The form of each 4-D atom is a toroidal energy vortex with the triadic content of mass, energy, and gimmel as its total quantized substance. The form of the cosmos is a 5-D toroidal vortex, expanding out of, and back into itself periodically. The energy form of each conscious thinking individual is also that of a torus of dynamic spiritual energy rolling through the cosmos and expanding into or contracting away from the 9-D domain of Primary Consciousness as a consequence of that individual’s conscious actions. 9-D Primary Consciousness is forever mathematically self-referential without beginning or end. (Coincidentally answering Leibniz’s most important question: “Why is there something rather than nothing?”: There is something rather than nothing because there never was, and never will be a state of absolute nothingness!)

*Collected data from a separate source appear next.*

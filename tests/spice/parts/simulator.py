"""Runs ngspice on one netlist and gives its measurements back."""

import re
import shutil
import subprocess
import tempfile
from pathlib import Path

MEASURED = re.compile(r"^([a-z][a-z0-9_]*)\s*=\s*([-+0-9.eE]+)", re.MULTILINE)


class SpiceError(Exception):
    """ngspice did not give what was asked for."""


def ensure_installed(say):
    """Install ngspice from the distribution when it is missing, and say so."""
    if shutil.which("ngspice"):
        return
    if not shutil.which("apt-get"):
        raise SpiceError("ngspice is missing and there is no apt-get: install ngspice by hand, then run this again")
    say("ngspice is missing: installing it with apt-get")
    command = ["apt-get", "install", "-y", "--no-install-recommends", "ngspice"]
    if subprocess.run(command, capture_output=True).returncode != 0:
        subprocess.run(["apt-get", "update"], capture_output=True)
        done = subprocess.run(command, capture_output=True, text=True)
        if done.returncode != 0:
            raise SpiceError(f"apt-get could not install ngspice: {done.stderr.strip()[-300:]}")


def measure(netlist, names):
    """Run `netlist` and return {name: value} for every name in `names`; a missing one is an error."""
    with tempfile.TemporaryDirectory(prefix="spice-") as directory:
        path = Path(directory) / "net.cir"
        path.write_text(netlist)
        try:
            done = subprocess.run(
                ["ngspice", "-b", path.name], cwd=directory, capture_output=True, text=True, timeout=60
            )
        except subprocess.TimeoutExpired as error:
            raise SpiceError(f"ngspice gave no answer in {error.timeout} s for: {netlist.splitlines()[0]}") from error
    found = {name: float(value) for name, value in MEASURED.findall(done.stdout)}
    missing = [name for name in names if name not in found]
    if missing:
        tail = (done.stdout + done.stderr).strip()[-600:]
        raise SpiceError(f"ngspice measured no {', '.join(missing)} for: {netlist.splitlines()[0]}\n{tail}")
    return {name: found[name] for name in names}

Physical reality, as the form of the finite manifestation of Primary Consciousness, also exists without beginning or end, constantly changing in form, creating the illusions of beginnings and ends, but with no creation or destruction of the substance of reality. This is reflected in the natural law of the conservation of substance, measurable in quantum equivalence units of mass, energy, and gimmel. The inclusion of gimmel, the conscious portion of physical reality linking individual quantized consciousness to the conscious substrate of Primary Consciousness, assures the spiritual immortality of our souls. Finally, we see that reality is a self-referential continuum ranging through all dimensional domains from finite quantized physical reality to the infinitely continuous infinity of the consistent logical system of the Spiritual Reality of Primary Consciousness in God.